Exercise requirements ▸ Print exactly the lines from the line with "image, its detection." to the last line of the data, please, both included.

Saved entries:
※ ※ ※

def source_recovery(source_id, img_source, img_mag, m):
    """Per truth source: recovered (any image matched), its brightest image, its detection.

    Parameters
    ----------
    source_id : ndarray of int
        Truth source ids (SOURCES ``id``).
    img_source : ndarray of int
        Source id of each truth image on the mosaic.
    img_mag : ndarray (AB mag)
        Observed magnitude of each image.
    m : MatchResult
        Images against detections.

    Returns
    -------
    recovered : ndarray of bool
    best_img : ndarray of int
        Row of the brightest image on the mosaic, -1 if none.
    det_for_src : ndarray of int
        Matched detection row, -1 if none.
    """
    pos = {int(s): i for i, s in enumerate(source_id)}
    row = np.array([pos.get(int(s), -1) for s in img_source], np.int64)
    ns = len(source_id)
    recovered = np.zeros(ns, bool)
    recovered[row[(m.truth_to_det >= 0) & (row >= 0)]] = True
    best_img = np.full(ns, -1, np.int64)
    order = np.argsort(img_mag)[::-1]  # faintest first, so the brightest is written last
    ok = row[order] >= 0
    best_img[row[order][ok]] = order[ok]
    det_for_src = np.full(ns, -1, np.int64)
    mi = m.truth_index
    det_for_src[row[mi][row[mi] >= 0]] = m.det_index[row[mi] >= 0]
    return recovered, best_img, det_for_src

※ ※ ※

Answer section ▸
    """Per truth source: recovered (any image matched), its brightest image, its detection.

    Parameters
    ----------
    source_id : ndarray of int
        Truth source ids (SOURCES ``id``).
    img_source : ndarray of int
        Source id of each truth image on the mosaic.
    img_mag : ndarray (AB mag)
        Observed magnitude of each image.
    m : MatchResult
        Images against detections.

    Returns
    -------
    recovered : ndarray of bool
    best_img : ndarray of int
        Row of the brightest image on the mosaic, -1 if none.
    det_for_src : ndarray of int
        Matched detection row, -1 if none.
    """
    pos = {int(s): i for i, s in enumerate(source_id)}
    row = np.array([pos.get(int(s), -1) for s in img_source], np.int64)
    ns = len(source_id)
    recovered = np.zeros(ns, bool)
    recovered[row[(m.truth_to_det >= 0) & (row >= 0)]] = True
    best_img = np.full(ns, -1, np.int64)
    order = np.argsort(img_mag)[::-1]  # faintest first, so the brightest is written last
    ok = row[order] >= 0
    best_img[row[order][ok]] = order[ok]
    det_for_src = np.full(ns, -1, np.int64)
    mi = m.truth_index
    det_for_src[row[mi][row[mi] >= 0]] = m.det_index[row[mi] >= 0]
    return recovered, best_img, det_for_src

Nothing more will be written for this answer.